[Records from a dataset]

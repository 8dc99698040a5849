// Starts and cancels the page's Monte Carlo run on the worker pool and keeps the run store
// (src/state/monteCarloStore.ts) up to date: progress and the partial result after every batch,
// the final (or, after Cancel, the merged-so-far) result at the end. One run at a time.
import { create } from 'zustand';
import { startMonteCarlo, type McPoolOptions, type McRunHandle } from '../../compute/mcPool';
import { setMonteCarlo, useMonteCarloStore } from '../../state/monteCarloStore';
import type { LaminaCase } from '../../io/caseSchema';
import type { McCalibration } from '../../compute/monteCarloCalibration';
import { getComputeWorker } from '../../compute/computeClient';

/** The form of the panel (kept when switching views) and what the current run was started with. */
export interface McForm {
  historiesText: string;
  seedText: string;
  doseToWater: boolean;
  /** Settings of the run in the store (null before any run). */
  run: {
    histories: number;
    seed: number;
    doseToWater: boolean;
    calibration: McCalibration;
    startedAtMs: number;
  } | null;
}

export const useMcForm = create<McForm>()(() => ({
  historiesText: '200000',
  seedText: '1',
  doseToWater: false,
  run: null,
}));

export function patchMcForm(patch: Partial<McForm>): void {
  useMcForm.setState(patch);
}

/** The run in progress: its calibration still being asked for (handle null), or its pool running. */
let current: { handle: McRunHandle | null; id: number } | null = null;
let runCounter = 0;

export interface StartRequest {
  caseData: LaminaCase;
  caseKey: string;
  histories: number;
  seed: number;
  doseToWater: boolean;
  waterSource?: string | undefined;
  /** The report's depth grid, so the MC curve lines up with the other methods. */
  depthGridCm: readonly number[];
  /** Worker count and factory (tests run the batches in-process); browser workers by default. */
  pool?: Pick<McPoolOptions, 'workers' | 'createWorker'>;
  /** The run's calibration (tests compute it in-process); by default the compute worker's. */
  calibrate?: (c: LaminaCase, waterSource?: string) => Promise<McCalibration>;
}

/** The calibration from the compute worker, where the water data is. */
async function workerCalibration(c: LaminaCase, waterSource?: string): Promise<McCalibration> {
  const r = await getComputeWorker().monteCarloCalibration(c, waterSource);
  if (!r.ok) throw new Error(r.problems.map((p) => `${p.path}: ${p.message}`).join('; '));
  return r.calibration;
}

export function startRun(req: StartRequest): void {
  cancelRun();
  const id = ++runCounter;
  const startedAtMs = Date.now();
  current = { handle: null, id };
  // The run's settings are shown once its calibration is known.
  patchMcForm({ run: null });
  setMonteCarlo({
    status: 'running',
    caseKey: req.caseKey,
    result: null,
    progress: null,
    error: null,
  });
  const latest = (): boolean => id === runCounter && current?.id === id;
  (req.calibrate ?? workerCalibration)(req.caseData, req.waterSource).then(
    (calibration) => {
      // Cancelled or replaced while the calibration was on its way: nothing is started.
      if (latest()) startPool(req, id, calibration, startedAtMs);
    },
    (e: unknown) => {
      if (!latest()) return;
      current = null;
      setMonteCarlo({ status: 'failed', error: messageOf(e) });
    },
  );
}

function startPool(
  req: StartRequest,
  id: number,
  calibration: McCalibration,
  startedAtMs: number,
): void {
  patchMcForm({
    run: {
      histories: req.histories,
      seed: req.seed,
      doseToWater: req.doseToWater,
      calibration,
      startedAtMs,
    },
  });
  let handle: McRunHandle;
  try {
    handle = startMonteCarlo(
      req.caseData,
      {
        histories: req.histories,
        seed: req.seed,
        doseToWater: req.doseToWater,
        referenceDosePerMuCGy: calibration.referenceDosePerMuCGy,
        collimatorScatterFactor: calibration.collimatorScatterFactor,
        referenceDMaxCm: calibration.referenceDMaxCm,
      },
      (p) => {
        if (id !== runCounter) return;
        setMonteCarlo({ progress: p, result: p.partial ?? useMonteCarloStore.getState().result });
      },
      { ...req.pool, depthGridCm: req.depthGridCm },
    );
  } catch (e) {
    current = null;
    setMonteCarlo({ status: 'failed', error: messageOf(e) });
    return;
  }
  current = { handle, id };
  const latest = (): boolean => id === runCounter;
  handle.done.then(
    (result) => {
      if (!latest()) return;
      current = null;
      const cancelled = useMonteCarloStore.getState().status === 'cancelled';
      setMonteCarlo({ status: cancelled ? 'cancelled' : 'done', result });
    },
    (e: unknown) => {
      if (!latest()) return;
      current = null;
      // Cancelled before any estimate existed: stays "cancelled", with no result.
      if (useMonteCarloStore.getState().status === 'cancelled') return;
      setMonteCarlo({ status: 'failed', error: messageOf(e) });
    },
  );
}

/** Stop the running run (workers are ended at once); what was merged so far is kept. */
export function cancelRun(): void {
  if (!current) return;
  const { handle } = current;
  setMonteCarlo({ status: 'cancelled' });
  if (handle) handle.cancel();
  // A run still waiting for its calibration is dropped here; a running pool settles through done.
  else current = null;
}

export function isRunActive(): boolean {
  return current !== null;
}

function messageOf(e: unknown): string {
  return e instanceof Error ? e.message : String(e);
}
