// Layout of the slab strip: each layer a rectangle to scale along the depth axis, shaded by
// electron density, with a label where it fits and a handle on every movable boundary.
import { depthScale, type PlotFrame } from './depthAxis';

export interface SlabInputLayer {
  key: string;
  label: string;
  thicknessCm: number;
  relativeElectronDensity: number;
}

export interface SlabRect {
  key: string;
  index: number;
  x: number;
  width: number;
  fill: string;
  label: string;
  /** Label shown only when it fits (about 6.5 px per character). */
  showLabel: boolean;
  dark: boolean;
}

export interface SlabHandle {
  /** Boundary index: 1 … layers (0, the surface, does not move). */
  k: number;
  x: number;
  depthCm: number;
}

/** Grey level for a relative electron density: air near white, water light grey, bone dark. */
export function densityShade(rhoE: number): { fill: string; dark: boolean } {
  const r = Math.min(2, Math.max(0, rhoE));
  const level = Math.round(r <= 1 ? 246 - 56 * r : 190 - 75 * (r - 1));
  return { fill: `rgb(${level}, ${level}, ${Math.min(255, level + 8)})`, dark: level < 150 };
}

/**
 * `scaleDepthCm`: a depth the axis must reach at least (the stack's depth when a drag began, so
 * the axis does not rescale under the pointer while the bottom boundary moves).
 */
export function slabLayout(layers: readonly SlabInputLayer[], frame: PlotFrame, scaleDepthCm = 0) {
  const total = layers.reduce((s, l) => s + l.thicknessCm, 0);
  const x = depthScale(Math.max(total, scaleDepthCm), frame);
  const rects: SlabRect[] = [];
  const handles: SlabHandle[] = [];
  let z = 0;
  layers.forEach((l, index) => {
    const x0 = x(z);
    z += l.thicknessCm;
    const x1 = x(z);
    const shade = densityShade(l.relativeElectronDensity);
    const width = Math.round((x1 - x0) * 10) / 10;
    rects.push({
      key: l.key,
      index,
      x: Math.round(x0 * 10) / 10,
      width,
      fill: shade.fill,
      dark: shade.dark,
      label: l.label,
      showLabel: l.label.length * 6.5 + 8 < width,
    });
    handles.push({ k: index + 1, x: Math.round(x1 * 10) / 10, depthCm: Number(z.toFixed(6)) });
  });
  return { x, totalCm: total, rects, handles };
}
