// Pure helpers of the page's Monte Carlo run: the typed histories and seed checked with a message,
// whether a run is the current case's (its key: src/compute/monteCarloRunKey), and the wording of
// progress and uncertainty.
import { historiesProblem, seedProblem } from '../../engine/montecarlo/runLimits';

/** Histories per scenario offered as presets (case, water and calibration runs each get these). */
export const HISTORY_PRESETS: readonly { histories: number; label: string }[] = [
  { histories: 50_000, label: '5 × 10⁴ (quick look)' },
  { histories: 200_000, label: '2 × 10⁵' },
  { histories: 1_000_000, label: '1 × 10⁶' },
  { histories: 5_000_000, label: '5 × 10⁶' },
];

export { HISTORY_LIMITS, SEED_LIMITS } from '../../engine/montecarlo/runLimits';

export type Parsed<T> = { ok: true; value: T } | { ok: false; message: string };

function numberOfText(text: string): number {
  // Spaces, thin spaces and underscores group digits ("1 000 000", "1_000_000"); "2e5" is allowed.
  const t = text.trim().replace(/[\s\u2009\u202f_]/g, '');
  if (t === '') return Number.NaN;
  return Number(t);
}

export function parseHistories(text: string): Parsed<number> {
  const v = numberOfText(text);
  if (!Number.isFinite(v)) return { ok: false, message: `Histories: "${text}" is not a number` };
  const problem = historiesProblem(v);
  return problem ? { ok: false, message: `Histories: ${problem}` } : { ok: true, value: v };
}

export function parseSeed(text: string): Parsed<number> {
  const v = numberOfText(text);
  if (!Number.isFinite(v) || !Number.isInteger(v))
    return { ok: false, message: `Seed: "${text}" is not a whole number` };
  const problem = seedProblem(v);
  return problem ? { ok: false, message: `Seed: ${problem}` } : { ok: true, value: v };
}

/** "1 000 000" (thin-space-free, plain spaces: readable and copyable). */
export function groupDigits(n: number): string {
  const s = Math.round(Math.abs(n)).toString();
  const grouped = s.replace(/\B(?=(\d{3})+(?!\d))/g, ' ');
  return n < 0 ? `−${grouped}` : grouped;
}

/** A run's result is shown only while the case it was started for is the current one. */
export function isRunCurrent(runKey: string | null, currentKey: string): boolean {
  return runKey !== null && runKey === currentKey;
}

/** Words added to the MC label in legends and tables while its result is not a finished run. */
export function partialRunNote(status: string): string | null {
  if (status === 'running') return 'running, partial';
  if (status === 'cancelled') return 'cancelled, partial';
  return null;
}

/** "0.782 ± 0.004 cGy/MU" and "0.51 %" for a dose and its 1σ. */
export function formatDoseSigma(
  dosePerMuCGy: number | null,
  sigmaDosePerMuCGy: number,
): { absolute: string; relative: string } {
  if (dosePerMuCGy === null || !Number.isFinite(dosePerMuCGy) || dosePerMuCGy <= 0)
    return { absolute: '—', relative: '—' };
  const rel = sigmaDosePerMuCGy / dosePerMuCGy;
  return {
    absolute: `${dosePerMuCGy.toFixed(3)} ± ${sigmaDosePerMuCGy.toFixed(3)} cGy/MU`,
    relative: `${(100 * rel).toFixed(rel < 0.1 ? 2 : 1)} %`,
  };
}

/** "4.2 s", "1 min 05 s". */
export function formatElapsed(ms: number): string {
  if (!Number.isFinite(ms) || ms < 0) return '—';
  const s = ms / 1000;
  if (s < 60) return `${s.toFixed(1)} s`;
  const m = Math.floor(s / 60);
  const rest = Math.floor(s - 60 * m);
  return `${m} min ${rest.toString().padStart(2, '0')} s`;
}

/** Fraction of the run done (batches handed back over batches planned), 0–1. */
export function fractionDone(tasksDone: number, totalTasks: number): number {
  if (!(totalTasks > 0)) return 0;
  return Math.min(1, Math.max(0, tasksDone / totalTasks));
}

/** Time still needed at the rate so far (ms), or null before any batch is back. */
export function remainingMs(elapsedMs: number, fraction: number): number | null {
  if (!(fraction > 0) || !Number.isFinite(elapsedMs)) return null;
  return (elapsedMs * (1 - Math.min(1, fraction))) / fraction;
}

/**
 * The relative 1σ the finished run should reach: statistical uncertainty falls as 1/√N, so
 * σ_end = σ_now · √(N_now / N_planned).
 */
export function projectedRelativeSigma(
  relativeSigma: number,
  historiesDone: number,
  historiesPlanned: number,
): number | null {
  if (!(historiesDone > 0) || !(historiesPlanned > 0) || !Number.isFinite(relativeSigma))
    return null;
  return relativeSigma * Math.sqrt(Math.min(historiesDone, historiesPlanned) / historiesPlanned);
}
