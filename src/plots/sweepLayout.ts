// Layout of a CF sweep chart: the CF of each method against the swept quantity, one panel per
// beam energy (shared scales, so panels compare at a glance), a gap where a method gives no
// value, and a marker at each computed value (sweeps are coarse). Pure: numbers in, drawables out.
import { scaleLinear } from 'd3-scale';
import { line } from 'd3-shape';
import { innerHeight, innerWidth, ticksOf, type PlotFrame, type Tick } from './depthAxis';

export interface SweepLine {
  id: string;
  label: string;
  color: string;
  dash: string;
  /** CF at each x (NaN: no value). */
  values: ArrayLike<number>;
}

export interface SweepPanelInput {
  title: string;
  lines: SweepLine[];
}

export interface SweepChartInput {
  x: ArrayLike<number>;
  panels: SweepPanelInput[];
  /** Width of the chart and height of one panel (px), with the panel's margins. */
  frame: PlotFrame;
  /** Labels for the x ticks at the data (energy sweep), instead of numeric ticks. */
  xNames?: readonly string[];
}

export interface SweepPanelLayout {
  title: string;
  /** Offset of the panel from the chart's top (px). */
  top: number;
  curves: {
    id: string;
    label: string;
    color: string;
    dash: string;
    d: string;
    dots: [number, number][];
  }[];
  yTicks: Tick[];
}

export interface SweepChartLayout {
  width: number;
  height: number;
  plot: { left: number; top: number; width: number; height: number };
  xTicks: Tick[];
  panels: SweepPanelLayout[];
  /** No panel has a single finite value. */
  empty: boolean;
}

const round1 = (v: number) => Math.round(v * 10) / 10;
const finite = (v: number | undefined): v is number => v !== undefined && Number.isFinite(v);

export function sweepChartLayout(input: SweepChartInput): SweepChartLayout {
  const { frame } = input;
  const xs = Array.from(input.x);
  const all = input.panels
    .flatMap((p) => p.lines.flatMap((l) => Array.from(l.values)))
    .filter(finite);
  const xLo = Math.min(...xs);
  const xHi = Math.max(...xs);
  const x = scaleLinear()
    .domain(xLo === xHi ? [xLo - 1, xHi + 1] : [xLo, xHi])
    .range([frame.margin.left, frame.margin.left + innerWidth(frame)]);
  const yLo = all.length ? Math.min(1, ...all) : 0.9;
  const yHi = all.length ? Math.max(1, ...all) : 1.1;
  const pad = Math.max(0.01, 0.05 * (yHi - yLo));
  const height = innerHeight(frame);
  const y = scaleLinear()
    .domain([yLo - pad, yHi + pad])
    .range([frame.margin.top + height, frame.margin.top])
    .nice(5);
  const xTicks = input.xNames
    ? xs.map((v, i) => ({ value: v, px: round1(x(v)), label: input.xNames?.[i] ?? String(v) }))
    : ticksOf(x, Math.max(2, Math.floor(innerWidth(frame) / 80)));
  const panels = input.panels.map((p, k) => ({
    title: p.title,
    top: k * frame.height,
    yTicks: ticksOf(y, Math.max(3, Math.floor(height / 45))),
    curves: p.lines.map((l) => {
      const gen = line<number>()
        .defined((i) => finite(l.values[i]))
        .x((i) => x(xs[i] as number))
        .y((i) => y(l.values[i] as number))
        .digits(1);
      const index = xs.map((_, i) => i);
      return {
        id: l.id,
        label: l.label,
        color: l.color,
        dash: l.dash,
        d: gen(index) ?? '',
        dots: index
          .filter((i) => finite(l.values[i]))
          .map(
            (i) =>
              [round1(x(xs[i] as number)), round1(y(l.values[i] as number))] as [number, number],
          ),
      };
    }),
  }));
  return {
    width: frame.width,
    height: frame.height * input.panels.length,
    plot: { left: frame.margin.left, top: frame.margin.top, width: innerWidth(frame), height },
    xTicks,
    panels,
    empty: all.length === 0,
  };
}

§ **AIM OF THE TASK**
All lines above from the one containing "per character). */" to the one containing "bone dark. */" must be repeated exactly, both lines included, and no others.

§ **RESULT**
  /** Label shown only when it fits (about 6.5 px per character). */
  showLabel: boolean;
  dark: boolean;
}

export interface SlabHandle {
  /** Boundary index: 1 … layers (0, the surface, does not move). */
  k: number;
  x: number;
  depthCm: number;
}

/** Grey level for a relative electron density: air near white, water light grey, bone dark. */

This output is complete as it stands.